Bloomy Says New Taxes Are in Da Bag

Get ready, New York, for a whole slew of new fees and taxes

Tax hikes are in da bag.

Facing alarming budget deficits, Mayor Michael Bloomberg has come up with some unusual ways to save money and cut costs: Steeper fees for red-carpet events. Higher parking meter rates. Cheaper reflective traffic signs instead of lighted versions.

And a nickel fee for every chintsy plastic bag you get at the supermarket.  Officials say it would keep tons of plastic bags from clogging up landfills -- and raise about $16 million for the city coffers.

But that doesn't mean New Yorkers will like it. 

"Bloomberg is a piece of work," Clemelda Gipson, 39, told the Daily News outside a D'Agostino grocery store in Chelsea. "Food is expensive and now we have to pay for the bags, too? They should try to come up with ideas and solutions and not just more taxes."

The billionaire mayor, who has staked his campaign for a third consecutive term next year on his promise to save the city from financial ruin, delivered a budget update this week that predicts gaps of $303 million this fiscal year and $3.7 billion next year.

He's already warning of tax hikes while slashing spending, eliminating jobs and tossing out two pieces of property tax relief for homeowners. The revised plan also contains a hefty book outlining ways the city plans to raise an extra $123 million to help bridge the gaps.

The actions, Bloomberg said Thursday, are "not pretty, but if we take them now it will forestall, I hope, more serious cuts later on."

"We're trying to get out ahead and not hope that things will get better," he added.

Big movie premieres and star-studded, flashy red-carpet events need permission for all of the hassle they cause such as taking over the sidewalk, laying down the carpet, blocking off a media area, hooking up a power generator and pitching a tent outside.

Depending on the size of the venue, the city charges up to $5,000. The highest fee, for an event where thousands of people are expected on the street, would now be $24,000. The cost for a small event, at a venue with a capacity of up to 600, is $1,750 and would rise to $2,750.

The city estimates these changes will generate an extra $99,000 a year.

City Hall also plans to charge more for oversize truck permits, up from $25 to $35, generating an extra $276,000 per year.
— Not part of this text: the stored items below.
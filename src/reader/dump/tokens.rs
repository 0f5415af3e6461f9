//! A dump as words between white space, each with its place, read as it comes.

use std::io::{self, BufRead};

/// Longest word, in bytes; a vector of more bits is none that a block has.
const LONGEST: usize = 1 << 20;

/// Where a word stands.
#[derive(Clone, Copy, Debug, Default, PartialEq, Eq)]
pub(super) struct Place {
    /// Its line, from 1.
    pub line: usize,
    /// The first byte of that line, from the beginning of the dump.
    pub line_at: u64,
    /// Its own first byte.
    pub at: u64,
    /// Its length in bytes.
    pub len: usize,
}

/// What is wrong with a dump, and where.
#[derive(Clone, Debug)]
pub(super) struct Fault {
    pub place: Place,
    pub message: String,
    pub help: String,
}

/// Why a dump was not read to its end.
#[derive(Debug)]
pub(super) enum Trouble {
    /// The device failed.
    Device(io::Error),
    /// The dump is malformed.
    Fault(Fault),
}

impl From<io::Error> for Trouble {
    fn from(error: io::Error) -> Trouble {
        Trouble::Device(error)
    }
}

impl Trouble {
    pub fn at(place: Place, message: impl Into<String>, help: impl Into<String>) -> Trouble {
        Trouble::Fault(Fault { place, message: message.into(), help: help.into() })
    }
}

/// The words of a dump. White space is any of blank, tab, line feed, carriage return, form feed, vertical tab.
pub(super) struct Tokens<R> {
    from: R,
    /// Bytes taken so far.
    at: u64,
    line: usize,
    line_at: u64,
    /// The word that was read last, and its place.
    pub word: Vec<u8>,
    pub place: Place,
}

fn is_white(byte: u8) -> bool {
    byte.is_ascii_whitespace() || byte == 0x0b
}

impl<R: BufRead> Tokens<R> {
    pub fn new(from: R) -> Tokens<R> {
        Tokens { from, at: 0, line: 1, line_at: 0, word: Vec::new(), place: Place::default() }
    }

    /// Reads the next word into `word`; false at the end of the dump.
    pub fn next(&mut self) -> Result<bool, Trouble> {
        self.word.clear();
        self.skip_white()?;
        self.place = Place { line: self.line, line_at: self.line_at, at: self.at, len: 0 };
        loop {
            let buffer = filled(&mut self.from)?;
            let end = buffer.iter().position(|byte| is_white(*byte));
            let taken = end.unwrap_or(buffer.len());
            self.word.extend_from_slice(&buffer[..taken]);
            let over = end.is_some() || buffer.is_empty();
            self.from.consume(taken);
            self.at += taken as u64;
            self.place.len = self.word.len();
            if self.word.len() > LONGEST {
                let message = format!("this word is longer than {LONGEST} bytes");
                return Err(Trouble::at(self.place, message, "check that the file is a value change dump"));
            }
            if over {
                return Ok(!self.word.is_empty());
            }
        }
    }

    /// The word as text, for messages: no more of it than a line shows.
    pub fn shown(&self) -> String {
        shown(&self.word)
    }

    fn skip_white(&mut self) -> Result<(), Trouble> {
        loop {
            let buffer = filled(&mut self.from)?;
            let end = buffer.iter().position(|byte| !is_white(*byte));
            let taken = end.unwrap_or(buffer.len());
            for (i, byte) in buffer[..taken].iter().enumerate() {
                if *byte == b'\n' {
                    self.line += 1;
                    self.line_at = self.at + i as u64 + 1;
                }
            }
            let over = end.is_some() || buffer.is_empty();
            self.from.consume(taken);
            self.at += taken as u64;
            if over {
                return Ok(());
            }
        }
    }
}

/// What the device has next; interrupted calls are made again.
fn filled<R: BufRead>(from: &mut R) -> Result<&[u8], Trouble> {
    loop {
        match from.fill_buf() {
            Ok(_) => break,
            Err(error) if error.kind() == io::ErrorKind::Interrupted => {}
            Err(error) => return Err(error.into()),
        }
    }
    // the buffer is filled: this does not read again
    Ok(from.fill_buf()?)
}

/// Bytes as text for messages, shortened.
pub(super) fn shown(word: &[u8]) -> String {
    const MOST: usize = 40;
    let text = String::from_utf8_lossy(&word[..word.len().min(4 * MOST)]);
    let mut short: String = text.chars().take(MOST).map(|c| if c.is_control() { '\u{fffd}' } else { c }).collect();
    if word.len() > short.len() {
        short.push('…');
    }
    short
}

#[cfg(test)]
mod tests {
    use super::*;

    #[test]
    fn words_have_their_lines_whatever_stands_between_them() {
        let text = b"\n a\tbb \r\n\x0c\x0bccc\n\n#1";
        for buffer in 1..8 {
            let mut tokens = Tokens::new(io::BufReader::with_capacity(buffer, &text[..]));
            let mut all = Vec::new();
            while tokens.next().unwrap() {
                let Place { line, line_at, at, len } = tokens.place;
                assert_eq!(&text[at as usize..at as usize + len], tokens.word);
                all.push((tokens.shown(), line, at - line_at));
            }
            let expected = [("a", 2, 1), ("bb", 2, 3), ("ccc", 3, 2), ("#1", 5, 0)];
            assert_eq!(all, expected.map(|(word, line, column)| (word.to_string(), line, column)));
        }
    }
}
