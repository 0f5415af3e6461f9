//! From questions to explorations, and from what they find to claims.
//!
//! Each question is asked of the cone of its nets alone: nothing else has to do with it. A hull is explored first, which
//! holds all that can happen and perhaps more; what it does not find is proved. Where it finds something, the exact
//! exploration decides, and a trace of it becomes a case that is run with the judges of the sweep: only what the run shows
//! is called refuted.

use std::collections::{BTreeMap, BTreeSet};
use std::time::{Duration, Instant};

use super::claim::{Call, Claim, Proof, Variation};
use super::cycles::{RestVerdict, comes_to_rest_within};
use super::evidence::{Evidence, trails};
use super::explore::explore;
use super::explored::{Budget, Ended, Explored, Fired, Merge, Mode, SINCE, START};
use super::goals::Goal;
use super::grouped::grouped;
use super::key::bit;
use super::outside::Stretch;
use super::plant::Plant;
use super::system::{Points, Sense, System};
use super::watch::{Nothing, Watch};
use super::watches::{Answered, Apart, Edge, Late, Moves, Shows, ShowsLonger, Swallows, Tolerates, Width};
use super::witness::{case, one_draw};
use crate::circuit::NetId;
use crate::control::Control;
use crate::engine::{Program, Trace};
use crate::findings::{Answers, Asked, Judge, Pattern, Question, RuleKey};
use crate::instance::{Instance, Which};
use crate::scenario::{Alternative, Place, Scenario};
use crate::time::Span;

/// Gates of a cone that may begin at random, at most: every start is explored.
const RANDOM_GATES: usize = 12;

/// Of what all explorations together may keep, the share that one may: one part in so many.
const SHARE: u64 = 10;
/// Gates of a cone that cost as much as a zone.
const GATES_A_ZONE: usize = 64;

/// Traces that are made into cases for one claim, at most.
const WAYS: usize = 16;

/// Nothing has to be shown but that the trace ends where it does.
pub(super) fn reached(_: &Plant, _: &Question) -> Goal {
    Goal::Reached
}

/// What a proof may spend.
#[derive(Clone, Copy, Debug, PartialEq, Eq)]
pub struct Spend {
    /// Zones of one exploration, at most.
    pub zones: u64,
    /// Zones of all explorations together, at most; `None` for no bound. What begins when they are spent is undecided. A
    /// cone counts as a zone for every 64 gates.
    pub total: Option<u64>,
    /// Bytes of one exploration, at most.
    pub bytes: u64,
    /// Time for all, at most; `None` for no bound.
    pub time: Option<Duration>,
    /// Look for the margin of each claim as well: several explorations a claim.
    pub margins: bool,
    /// Look for delays to add that make what is refuted proved: the whole proof several times over.
    pub padding: bool,
}

impl Default for Spend {
    fn default() -> Spend {
        Spend { zones: 200_000, total: None, bytes: 1 << 30, time: None, margins: false, padding: false }
    }
}

impl Spend {
    /// So many zones in all, a tenth of them for one exploration, so that no question leaves the others without.
    pub fn in_all(zones: u64) -> Spend {
        Spend { zones: (zones / SHARE).max(1), total: Some(zones), ..Spend::default() }
    }
}

/// Proves or refutes what a scenario asks.
pub fn prove(scenario: &Scenario, program: &Program, asked: &Asked, spend: &Spend, control: &Control) -> Proof {
    let budget = Budget {
        zones: spend.zones,
        bytes: spend.bytes,
        until: spend.time.map(|time| Instant::now() + time),
        control: control.clone(),
    };
    let mut prover = Prover::new(scenario, program, asked, budget);
    prover.left = spend.total;
    prover.branches = Some(spend.total.map_or(u64::MAX, |zones| zones / super::varying::ZONES_A_BRANCH));
    prover.proof.allowed = spend.total;
    prover.collects = spend.margins || spend.padding;
    prover.questions(&|_| true);
    prover.windows();
    prover.proof.claims.sort_by_key(|claim| claim.question);
    if spend.margins {
        prover.margins();
    }
    if spend.padding {
        prover.padding();
    }
    prover.proof
}

pub(super) struct Prover<'a> {
    pub(super) scenario: &'a Scenario,
    pub(super) program: &'a Program,
    pub(super) asked: &'a Asked,
    pub(super) budget: Budget,
    /// Zones that all explorations together may still keep.
    left: Option<u64>,
    /// Beginnings of traces that all searches for constant delays may still keep; `None`: there are no such searches.
    pub(super) branches: Option<u64>,
    pub(super) proof: Proof,
    /// Is evidence kept?
    pub(super) collects: bool,
    /// What speaks against claims.
    pub(super) evidence: Vec<Evidence>,
}

/// Why nothing can be said, and whether that is for want of time or by nature.
pub(super) struct Unsaid {
    pub call: Call,
    pub reason: String,
}

/// A cone with the states that it begins in.
pub(super) struct World {
    pub plant: Plant,
    pub starts: Vec<Vec<bool>>,
}

/// What looking for something in a world came to.
enum Looked {
    /// It cannot happen.
    Never,
    /// It can: hits, each with its way.
    Hits { found: Box<Explored>, hits: BTreeMap<u32, u32>, ties: BTreeMap<u32, bool>, short: Option<Unsaid> },
}
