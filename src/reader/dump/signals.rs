//! Which signal of a dump an input is.

use rustc_hash::FxHashMap;

use super::header::{Header, Kind, Variable, split};

/// A bit of a variable.
#[derive(Clone, Debug, PartialEq, Eq)]
pub(super) struct Signal {
    /// The letters that stand for the variable.
    pub id: Box<[u8]>,
    /// The digit that counts, from the left.
    pub bit: u32,
}

/// What a name means in a dump.
#[derive(Clone, Debug, PartialEq, Eq)]
pub(super) enum Found {
    /// This signal.
    One(Signal),
    /// No variable.
    None,
    /// Several, of these names.
    Several(Vec<String>),
    /// A variable of so many bits.
    Wide(String, u32),
    /// A variable that holds no bits.
    NoBits(String),
}

/// Variables by the last part of their names.
pub(super) struct Signals<'a> {
    header: &'a Header,
    by_last: FxHashMap<&'a str, Vec<usize>>,
}

fn last_of(name: &str) -> &str {
    name.rsplit_once('.').map_or(name, |(_, last)| last)
}

impl<'a> Signals<'a> {
    pub fn new(header: &'a Header) -> Signals<'a> {
        let mut by_last: FxHashMap<&str, Vec<usize>> = FxHashMap::default();
        for (i, variable) in header.variables.iter().enumerate() {
            by_last.entry(last_of(&variable.name)).or_default().push(i);
        }
        Signals { header, by_last }
    }

    /// All names, for a likely one.
    pub fn names(&self) -> impl Iterator<Item = &'a str> {
        self.header.variables.iter().map(|variable| variable.name.as_str())
    }

    /// The signal of this name: the one whose scopes and name are these, else the one whose name ends with these parts.
    pub fn find(&self, name: &str) -> Found {
        let (base, range) = split(name);
        let variables = &self.header.variables;
        let like = self.by_last.get(last_of(base)).map_or(&[][..], Vec::as_slice);
        let ends = |variable: &Variable| {
            variable.name.strip_suffix(base).is_some_and(|rest| rest.is_empty() || rest.ends_with('.'))
        };
        let fitting = |exact: bool| {
            let named = like.iter().map(|i| &variables[*i]).filter(|it| if exact { it.name == base } else { ends(it) });
            named.filter_map(|it| meaning(it, range).map(|meaning| (it.written(), meaning))).collect::<Vec<_>>()
        };
        let mut found = fitting(true);
        if found.is_empty() {
            found = fitting(false);
        }
        // aliases are one signal
        let Some((_, first)) = found.first() else { return Found::None };
        match found.iter().all(|(_, it)| it == first) {
            true => found.swap_remove(0).1,
            false => {
                let mut names: Vec<String> = found.into_iter().map(|(name, _)| name).collect();
                names.dedup();
                Found::Several(names)
            }
        }
    }
}

/// What a variable means to someone who names it with this range.
fn meaning(variable: &Variable, range: Option<(i64, i64)>) -> Option<Found> {
    if variable.kind != Kind::Bits {
        return range.is_none().then(|| Found::NoBits(variable.written()));
    }
    let one = |bit| Found::One(Signal { id: variable.id.clone(), bit });
    match range {
        None if variable.size == 1 => Some(one(0)),
        None => Some(Found::Wide(variable.written(), variable.size)),
        Some((bit, other)) if bit == other => {
            let known = variable.range.is_some() || variable.size > 1;
            variable.bit(bit).filter(|_| known).map(one)
        }
        Some(_) if range == variable.range => Some(Found::Wide(variable.written(), variable.size)),
        Some(_) => None,
    }
}
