describe('where a sensor was', () => {
  it('decides where its readings go, however late they come', async () => {
    const brewer = await buildMember('brewer');
    const [first, second] = [await buildBatch({ cellarId: brewer.cellarId }), await buildBatch({ cellarId: brewer.cellarId })];
    const { sensor } = await buildSensor({ batch: first, fromAt: new Date(NOW - 5 * DAY) });
    await updateSensor(brewer, sensor.identifier, { batch_id: second.id, since: iso(NOW - 2 * DAY) }, clock);
    // All of it arrives after the move.
    await send(sensor, [4, 3, 2.5, 1].map((days) => ({ at: iso(NOW - days * DAY), gravity: 1.03, temperature: 20 })));
    const { items } = await listStays(brewer, sensor.identifier);
    expect(items).toMatchObject([
      { batch: { id: second.id }, from: iso(NOW - 2 * DAY), to: null, readings: 1 },
      { batch: { id: first.id }, from: iso(NOW - 5 * DAY), to: iso(NOW - 2 * DAY), readings: 3 },
    ]);
  });

  it('leaves the float that gives way in its batch until the other one comes', async () => {
    const brewer = await buildMember('brewer');
    const [elsewhere, batch] = [await buildBatch({ cellarId: brewer.cellarId }), await buildBatch({ cellarId: brewer.cellarId })];
    const { sensor: here } = await buildSensor({ batch, fromAt: new Date(NOW - 5 * DAY) });
    const { sensor: comes } = await buildSensor({ batch: elsewhere, fromAt: new Date(NOW - 4 * DAY) });
    await updateSensor(brewer, comes.identifier, { batch_id: null, since: iso(NOW - DAY) }, clock);
    await updateSensor(brewer, comes.identifier, { batch_id: batch.id, since: iso(NOW - DAY) }, clock);
    expect((await listStays(brewer, comes.identifier)).items[0]).toMatchObject({ batch: { id: batch.id }, from: iso(NOW - DAY), to: null });
    expect((await listStays(brewer, here.identifier)).items).toMatchObject([{ batch: { id: batch.id }, from: iso(NOW - 5 * DAY), to: iso(NOW - DAY) }]);
  });

  it('is not forgotten or shifted by a time that does not go with it: that is said at its field', async () => {
    const brewer = await buildMember('brewer');
    const [first, batch] = [await buildBatch({ cellarId: brewer.cellarId, name: 'Oat stout' }), await buildBatch({ cellarId: brewer.cellarId, name: 'Crab cider' })];
    const { sensor: here } = await buildSensor({ batch, fromAt: new Date(NOW - 2 * DAY), name: 'North float' });
    const { sensor: comes } = await buildSensor({ batch: first, fromAt: new Date(NOW - 4 * DAY) });
    const kept = async () => [...(await listStays(brewer, here.identifier)).items, ...(await listStays(brewer, comes.identifier)).items].map(({ batch: { name }, from, to }) => [name, from, to]);
    const refused = async (batchId: string | null, since: number, says: string) => {
      const before = await kept();
      await expect(updateSensor(brewer, comes.identifier, { batch_id: batchId, since: iso(since) }, clock)).rejects.toMatchObject({ fields: { since: [says] } });
      expect(await kept()).toEqual(before);
    };
    // Before it came to where it is.
    await refused(null, NOW - 5 * DAY, 'came into Oat stout Mon 16 Mar 12:00: choose a later time');
    await refused(batch.id, NOW - 5 * DAY, 'came into Oat stout Mon 16 Mar 12:00: choose a later time');
    // Before the other float came, whose stay would be gone.
    await refused(batch.id, NOW - 3 * DAY, 'North float came into Crab cider Wed 18 Mar 12:00: choose a later time');
    // Before it came out of where it was last.
    await updateSensor(brewer, comes.identifier, { batch_id: null, since: iso(NOW - DAY + 20_000) }, clock);
    await refused(batch.id, NOW - 1.5 * DAY, 'was in Oat stout until Thu 19 Mar 12:00: choose that or later');
    // The minute in which it came out is when it came out.
    await updateSensor(brewer, comes.identifier, { batch_id: batch.id, since: iso(NOW - DAY) }, clock);
    expect(await kept()).toEqual([
      ['Crab cider', iso(NOW - 2 * DAY), iso(NOW - DAY + 20_000)],
      ['Crab cider', iso(NOW - DAY + 20_000), null],
      ['Oat stout', iso(NOW - 4 * DAY), iso(NOW - DAY + 20_000)],
    ]);
  });

  it('may be told anew where it began too late or was never', async () => {
    const brewer = await buildMember('brewer');
    const batch = await buildBatch({ cellarId: brewer.cellarId });
    const { sensor } = await buildSensor({ batch, fromAt: new Date(NOW - DAY) });
    await updateSensor(brewer, sensor.identifier, { batch_id: batch.id, since: iso(NOW - 2 * DAY) }, clock);
    expect((await listStays(brewer, sensor.identifier)).items).toMatchObject([{ from: iso(NOW - 2 * DAY), to: null }]);
    await updateSensor(brewer, sensor.identifier, { batch_id: null, since: iso(NOW - 2 * DAY) }, clock);
    expect((await listStays(brewer, sensor.identifier)).items).toEqual([]);
  });

  it('is kept where a batch is begun with its float, pitched before the float came to the other one', async () => {
    const brewer = await buildMember('brewer');
    const other = await buildBatch({ cellarId: brewer.cellarId });
    const { sensor } = await buildSensor({ batch: other, fromAt: new Date(NOW - DAY) });
    const begun = await createBatch(brewer, createBatchForm.parse({ name: 'Crab cider', kind: 'cider', vessel_kind: 'demijohn', volume_l: 4, vessel_l: 5, pitched_at: iso(NOW - 3 * DAY), original_gravity: 1.05, sensor: sensor.identifier }), clock);
    expect((await listStays(brewer, sensor.identifier)).items).toMatchObject([
      { batch: { id: begun.id }, from: iso(NOW), to: null },
      { batch: { id: other.id }, from: iso(NOW - DAY), to: iso(NOW) },
    ]);
  });

  it('is one batch at a time, whatever is asked at once', async () => {
    const brewer = await buildMember('brewer');
    const batches = await Promise.all(Array.from({ length: 4 }, () => buildBatch({ cellarId: brewer.cellarId })));
    const { sensor } = await buildSensor({ cellarId: brewer.cellarId });
    await Promise.allSettled(batches.map((batch) => updateSensor(brewer, sensor.identifier, { batch_id: batch.id }, clock)));
    expect(await Assignment.count({ where: { sensorId: sensor.id, toAt: null } })).toBe(1);
  });

  it('lies never ahead', async () => {
    const brewer = await buildMember('brewer');
    const batch = await buildBatch({ cellarId: brewer.cellarId });
    const { sensor } = await buildSensor({ cellarId: brewer.cellarId });
    await expect(updateSensor(brewer, sensor.identifier, { batch_id: batch.id, since: iso(NOW + HOUR) }, clock)).rejects.toThrow('lies ahead');
    // A clock that runs a little fast means now.
    await updateSensor(brewer, sensor.identifier, { batch_id: batch.id, since: iso(NOW + 30_000) }, clock);
    expect((await listStays(brewer, sensor.identifier)).items).toMatchObject([{ from: iso(NOW), to: null }]);
  });
});
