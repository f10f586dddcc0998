import { typedNumber } from '@/components/batch/figures';
import { benchForm, doneOf, type BenchFacts, type BenchForm, type PrimingForm, type WEIGHED_SUGARS } from '@/lib/contracts/bench';
import type { BenchRequest, Priming } from '@/lib/core/bottling/bench';
import { BOTTLES, type BottleKind, type Closure } from '@/lib/core/bottling/bottles';
import { primingSugar, syrup, USUAL_DROP_G, usualDrops } from '@/lib/core/bottling/priming';
import { sentencesOf, firstOf } from '@/lib/contracts/issues';

export type SugarWay = 'none' | 'weighed' | 'syrup' | 'drops';
export type WeighedSugar = Exclude<(typeof WEIGHED_SUGARS)[number], 'syrup'>;

/** One row of bottles as it is typed. */
export interface BottleRow {
  key: string;
  kind: BottleKind;
  closure: Closure;
  size: string;
  /** The maker's figure, bar; empty: nobody has looked. */
  confirmed: string;
  /** Empty: enough. */
  atHand: string;
  drops: string;
}

/** The bench as it is typed. */
export interface BenchDraft {
  volume: string;
  losses: string;
  cellar: string;
  warmest: string;
  warmestSinceEnd: string;
  bottles: BottleRow[];
  way: SugarWay;
  sugar: WeighedSugar;
  /** Share of sugar in the syrup, %. */
  syrupShare: string;
  volumes: number;
  /** Grams a drop; empty: as drops usually weigh. */
  dropGrams: string;
}

export function newRow(kind: BottleKind, sizeMl: number, taken: readonly string[]): BottleRow {
  const base = `${kind}-${sizeMl}`;
  let key = base;
  for (let n = 2; taken.includes(key); n += 1) key = `${base}-${n}`;
  return { key, kind, closure: BOTTLES[kind].closures[0]!, size: String(sizeMl), confirmed: '', atHand: '', drops: String(usualDrops(sizeMl / 1000)) };
}

/** Where nobody has said anything: still, beer bottles, a cellar and a warm room. */
export function newDraft(facts: BenchFacts): BenchDraft {
  return {
    volume: String(facts.batch.volume_l),
    losses: '0.3',
    cellar: '12',
    warmest: '25',
    warmestSinceEnd: facts.warmest_since_end_c === null ? '' : facts.warmest_since_end_c.toFixed(1),
    bottles: [newRow('beer', 500, [])],
    way: 'weighed',
    sugar: 'sucrose',
    syrupShare: '50',
    volumes: 2.4,
    dropGrams: '',
  };
}

const number = (text: string) => typedNumber(text) ?? Number.NaN;
const orNull = (text: string) => (text.trim() === '' ? null : number(text));

function primingOf(draft: BenchDraft): PrimingForm {
  switch (draft.way) {
    case 'none':
      return { way: 'none' };
    case 'weighed':
      return { way: 'weighed', sugar: draft.sugar, syrup_share: null, wanted_volumes: draft.volumes };
    case 'syrup':
      return { way: 'weighed', sugar: 'syrup', syrup_share: number(draft.syrupShare) / 100, wanted_volumes: draft.volumes };
    case 'drops': {
      const grams = orNull(draft.dropGrams);
      return { way: 'drops', grams_each: grams === null ? { ...USUAL_DROP_G } : { lo: grams, value: grams, hi: grams } };
    }
  }
}

export type BenchErrors = Record<string, string>;

/** The draft as it is sent, or what is wrong with it by the contract's own names. */
export function formOf(draft: BenchDraft, facts: BenchFacts): { form: BenchForm; errors: null } | { form: null; errors: BenchErrors } {
  const parsed = benchForm.safeParse({
    volume_l: number(draft.volume),
    losses_l: number(draft.losses),
    bottles: draft.bottles.map((row) => ({ key: row.key, kind: row.kind, closure: row.closure, size_ml: number(row.size), confirmed_bar: orNull(row.confirmed), at_hand: orNull(row.atHand), drops: draft.way === 'drops' ? number(row.drops) : 0 })),
    cellar_c: number(draft.cellar),
    warmest_store_c: number(draft.warmest),
    warmest_since_end_c: orNull(draft.warmestSinceEnd),
    priming: primingOf(draft),
  });
  if (!parsed.success) return { form: null, errors: firstOf(sentencesOf(parsed.error.issues)) };
  const form = parsed.data;
  const { vessel_l } = facts.batch;
  const volume = form.volume_l ?? facts.batch.volume_l;
  if (volume > vessel_l + 1e-6) return { form: null, errors: { volume_l: `the vessel holds ${vessel_l} L` } };
  if (form.losses_l > volume) return { form: null, errors: { losses_l: `must be at most ${volume} L` } };
  if (form.warmest_store_c < form.cellar_c) return { form: null, errors: { warmest_store_c: `must be at least ${form.cellar_c} °C` } };
  if (form.warmest_since_end_c === null && facts.warmest_since_end_c === null) return { form: null, errors: { warmest_since_end_c: 'how warm was it at most since it finished?' } };
  return { form, errors: null };
}

function corePriming(priming: PrimingForm, bottles: BenchForm['bottles']): Priming {
  if (priming.way === 'none') return { way: 'none' };
  if (priming.way === 'drops') return { way: 'drops', gramsEach: priming.grams_each, drops: Object.fromEntries(bottles.map((bottle) => [bottle.key, bottle.drops])) };
  return { way: 'weighed', sugar: priming.sugar === 'syrup' ? syrup(priming.syrup_share ?? 1) : primingSugar(priming.sugar), wantedVolumes: priming.wanted_volumes };
}

/** What the core is asked while somebody types; the server asks again, from its own figures, before anything is bottled. */
export function requestOf(form: BenchForm, facts: BenchFacts): BenchRequest {
  // Cold drink holds more gas: of two figures the colder one is the safe one.
  const warmest = Math.min(facts.warmest_since_end_c ?? Infinity, form.warmest_since_end_c ?? Infinity);
  return {
    volumeL: form.volume_l ?? facts.batch.volume_l,
    lossesL: form.losses_l,
    bottles: form.bottles.map((bottle) => ({ key: bottle.key, choice: { kind: bottle.kind, closure: bottle.closure, sizeMl: bottle.size_ml, confirmedBar: bottle.confirmed_bar }, atHand: bottle.at_hand })),
    drink: { abvPercent: Math.min(30, facts.for_gas.abv_percent), sugarGPerL: Math.min(400, facts.for_gas.sugar_g_per_l) },
    done: doneOf(facts.done),
    warmestSinceEndC: Math.min(40, Math.max(0, warmest)),
    cellarC: form.cellar_c,
    warmestStoreC: form.warmest_store_c,
    priming: corePriming(form.priming, form.bottles),
  };
}

/** The draft with a way out of a stop taken. */
export function takeWay(draft: BenchDraft, request: BenchRequest): BenchDraft {
  const { priming } = request;
  const bottles = request.bottles.map(({ key, choice, atHand }) => ({
    key,
    kind: choice.kind,
    closure: choice.closure,
    size: String(choice.sizeMl),
    confirmed: choice.confirmedBar === null ? '' : String(choice.confirmedBar),
    atHand: atHand === null ? '' : String(atHand),
    drops: priming.way === 'drops' ? String(priming.drops[key] ?? 0) : String(usualDrops(choice.sizeMl / 1000)),
  }));
  if (priming.way === 'none') return { ...draft, bottles, way: 'none' };
  if (priming.way === 'weighed') return { ...draft, bottles, volumes: priming.wantedVolumes };
  return { ...draft, bottles };
}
Street parking will be more expensive in parts of Manhattan south of 60th Street, where most meters charge $1 per hour and will go up to $2.

And all fines overseen by the city's environmental control board, including quality of life violations such as failing to pick up dog waste, will be more aggressively processed, generating a projected extra $1.7 million per year.

While the mayor is canceling the next class of more than 1,100 police academy cadets to save money, the New York Police Department is hiring more traffic agents to expand an initiative cracking down on drivers who obstruct intersections during red lights, called blocking the box.

The extra staff and focus on those violations is expected to generate $60 million more in revenue per year.

The administration is considering a 5-cent tax on plastic shopping bags, charged to customers at the register, as a way to raise money and reduce the use of the environmentally unfriendly bags. The proposal is projected to raise $16 million per year.

When Bloomberg, founder of the Bloomberg LP financial information company, directed his city agencies to come up with ways to raise money, they were also ordered to slim expenses at the same time. Among those measures is a proposal to replace lighted traffic signs with reflective versions, cutting operational and maintenance costs in the long term.

And the Department of Education aims to save $5 million per year by reducing custodial services in schools and scrapping a planned global positioning system for its yellow bus fleet.